US President Joe Biden has accused Russian forces of committing acts of genocide in Ukraine.

He said Russian President Vladimir Putin was trying to “wipe out the idea” of a Ukrainian identity.

The US has historically been reluctant to use the word genocide due to a duty to intervene if the term is used.

French President Emmanuel Macron later said he was reluctant to use the word. The Kremlin called Mr Biden’s comments “unacceptable”.

But Mr Biden insisted on Tuesday night that evidence of genocidal acts by Russian troops was mounting.

“More evidence is coming out of the horrible things that the Russians have done in Ukraine,” the president said. “And we’re going to only learn more and more about the devastation. We’ll let the lawyers decide internationally whether or not it qualifies, but it sure seems that way to me.”

He first made the comments as part of a throwaway remark during a speech in Iowa about increasing inflation, telling supporters in Iowa their ability to budget should not “hinge on whether a dictator declares war and commits genocide half a world away”.

Speaking to the public broadcaster France 2, the President Macron said he would be “careful with such terms today because these two peoples are brothers.”
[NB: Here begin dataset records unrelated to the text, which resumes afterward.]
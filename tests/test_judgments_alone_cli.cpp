// A collection of names alone (ids, no numeric column) through the commands: kith check accepts
// it with a note, kith fit places it from --judgments alone (held-out agreement on a planted 3-D
// map), and refuses it without judgments or with judgments naming unknown ids.
#include <doctest/doctest.h>

#include <algorithm>
#include <cstdio>
#include <cstdlib>
#include <fstream>
#include <sstream>
#include <sys/wait.h>

#include "solver/io/collection.h"
#include "tests/approx.h"
#include "tests/judgments_planted.h"

namespace {

constexpr int kItems = 60;
constexpr size_t kTraining = 2000, kHeldOut = 500;
constexpr double kOracleNoise = 0.02;      // logistic noise on distance differences, as test_judgments_planted.cpp
constexpr double kLeastAgreement = 0.85;   // the median over the seeds must reach this
constexpr double kLeastPerSeed = 0.82;     // and no seed may fall below this

std::string slurp(const std::string& path) {
  std::ifstream in(path);
  std::stringstream ss;
  ss << in.rdbuf();
  return ss.str();
}

int run_kith(const std::string& args, std::string* out, std::string* err, const std::string& dir) {
  const std::string o = dir + "/stdout.txt", e = dir + "/stderr.txt";
  const int status = std::system((std::string(KITH_BINARY) + " " + args + " >" + o + " 2>" + e).c_str());
  *out = slurp(o);
  *err = slurp(e);
  return WIFEXITED(status) ? WEXITSTATUS(status) : -1;
}

std::string card(int i) {
  char name[16];
  std::snprintf(name, sizeof name, "card%02d", i);
  return name;
}

void write_ids(const std::string& path) {
  std::ofstream out(path);
  out << "name\n";
  for (int i = 0; i < kItems; ++i) out << card(i) << '\n';
}

void write_judgments(const std::string& path, const std::vector<kith::Judgment>& judgments) {
  std::ofstream out(path);
  out << "anchor,nearer,farther\n";
  for (const kith::Judgment& j : judgments)
    out << card(j.anchor) << ',' << card(j.nearer) << ',' << card(j.farther) << '\n';
}

// The map kith fit wrote as CSV (id,x,y,z), rows in the collection's order.
kith::Points read_map(const std::string& path) {
  const kith::Collection c = kith::load_collection(path);
  REQUIRE(c.size() == size_t(kItems));
  REQUIRE(c.feature_names == std::vector<std::string>{"x", "y", "z"});
  for (int i = 0; i < kItems; ++i) REQUIRE(c.ids[size_t(i)] == card(i));
  return c.features;
}

double median(std::vector<double> v) {
  std::sort(v.begin(), v.end());
  return v[v.size() / 2];
}

}  // namespace

TEST_CASE("names alone: kith fit --judgments places 60 cards from 2,000 judgments of a planted 3-D map") {
  const std::string dir = kith::test::temp_dir("judgments_alone_cli");
  write_ids(dir + "/ids.csv");
  std::string out, err;
  std::vector<double> chosen, dof1, ceiling;
  for (uint64_t seed : {1, 2, 3}) {
    const kith::Points truth = kith::test::planted_positions(kItems, 100 + seed);
    kith::test::Oracle oracle(truth, kOracleNoise, 200 + seed);
    std::mt19937_64 pick(300 + seed);
    const auto training = oracle.random_answers(kItems, kTraining, pick);
    const auto held_out = oracle.random_answers(kItems, kHeldOut, pick);  // never trained on
    write_judgments(dir + "/j.csv", training);
    const std::string base = "fit " + dir + "/ids.csv --judgments " + dir + "/j.csv --quiet --force --seed " +
                             std::to_string(seed) + " -o " + dir;
    REQUIRE(run_kith(base + "/map.csv", &out, &err, dir) == 0);
    chosen.push_back(kith::judgment_agreement(read_map(dir + "/map.csv"), held_out));
    REQUIRE(run_kith(base + "/map1.csv --dof 1", &out, &err, dir) == 0);
    dof1.push_back(kith::judgment_agreement(read_map(dir + "/map1.csv"), held_out));
    ceiling.push_back(kith::judgment_agreement(truth, held_out));  // the oracle against itself
    MESSAGE("seed " << seed << ": held-out agreement " << chosen.back() << " (dof 1: " << dof1.back()
                    << "; the planted map: " << ceiling.back() << ")");
  }
  MESSAGE("median held-out agreement " << median(chosen) << " (dof 1: " << median(dof1) << ", planted map "
                                       << median(ceiling) << ")");
  CHECK(median(chosen) >= kLeastAgreement);
  CHECK(*std::min_element(chosen.begin(), chosen.end()) >= kLeastPerSeed);
  CHECK(out.find("judgments: 2000") != std::string::npos);
}

TEST_CASE("names alone: kith check accepts them with a note, kith fit refuses no judgments and unknown ids") {
  const std::string dir = kith::test::temp_dir("judgments_alone_bad");
  write_ids(dir + "/ids.csv");
  std::string out, err;
  REQUIRE(run_kith("check " + dir + "/ids.csv", &out, &err, dir) == 0);
  CHECK(out.find("feature columns: 0") != std::string::npos);
  CHECK(out.find("placed from judgments alone") != std::string::npos);

  CHECK(run_kith("fit " + dir + "/ids.csv -o " + dir + "/none.csv", &out, &err, dir) == 2);
  CHECK(err.find("has no feature columns (numbers), so its map comes from judgments alone: give --judgments") !=
        std::string::npos);
  CHECK(!std::ifstream(dir + "/none.csv").good());

  {
    std::ofstream j(dir + "/bad.csv");
    j << "anchor,nearer,farther\ncard00,card01,card02\ncard00,card99,card02\n";
  }
  CHECK(run_kith("fit " + dir + "/ids.csv --judgments " + dir + "/bad.csv -o " + dir + "/bad_map.csv", &out, &err,
                 dir) == 3);
  CHECK(err.find("bad.csv:3:2: nearer 'card99' is not an item of the collection") != std::string::npos);
  CHECK(!std::ifstream(dir + "/bad_map.csv").good());
}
“I want to continue to try, as much as I can, to stop this war and rebuild peace. I am not sure that an escalation of rhetoric serves that cause,” he added.

The Kremlin said Mr Biden was attempting to “distort the situation” in Ukraine.

“This is hardly acceptable from a president of the United States, a country that has committed well-known crimes in recent times,” Kremlin spokesperson Dmitry Peskov said on a conference call with reporters.

Ukrainian President Volodymyr Zelensky, who has not held back from accusing Russia of genocide and crimes against humanity following the discovery of mass graves in the city of Bucha, said Mr Biden’s comments were “true words of a true leader”.

“Calling things by their names is essential to stand up to evil,” Mr Zelensky wrote on Twitter.

Last month, US officials rowed back on comments President Biden made in Warsaw. At the end of a speech in front of Polish government officials and dignitaries he said of Mr Putin: “For God’s sake, this man cannot remain in power.”

The US quickly issued a clarification amid fierce backlash from the Kremlin. “The president’s point was that Putin cannot be allowed to exercise power over his neighbours or the region,” a Biden administration official said. “He was not discussing Putin’s power in Russia, or regime change.”

Genocide is widely seen as the most serious crime against humanity and is defined under international law as a mass extermination of a particular group of people.

While there is no legal consensus on whether Russia is guilty of the crime, Poland’s Prime Minister Mateusz Morawiecki has described killings in the town of Bucha as “acts of genocide”. And last week, UK Prime Minister Boris Johnson said the attacks do not “look far short of genocide”.

The US has historically dodged using the word genocide when defining atrocities. The UN Genocide Convention, of which the US is a signatory, requires countries to intervene once genocide is formally identified.

Former President Bill Clinton was heavily criticised for failing to use the term as Rwandan Hutus’ were killing ethnic Tutsis in 1994. His administration eventually used the diluted term “acts of genocide”.

The Biden administration last month declared that Myanmar’s military committed genocide against the Rohingya minority. Secretary of State Antony Blinken said that it was only the eighth time in history that the US had determined a genocide had taken place.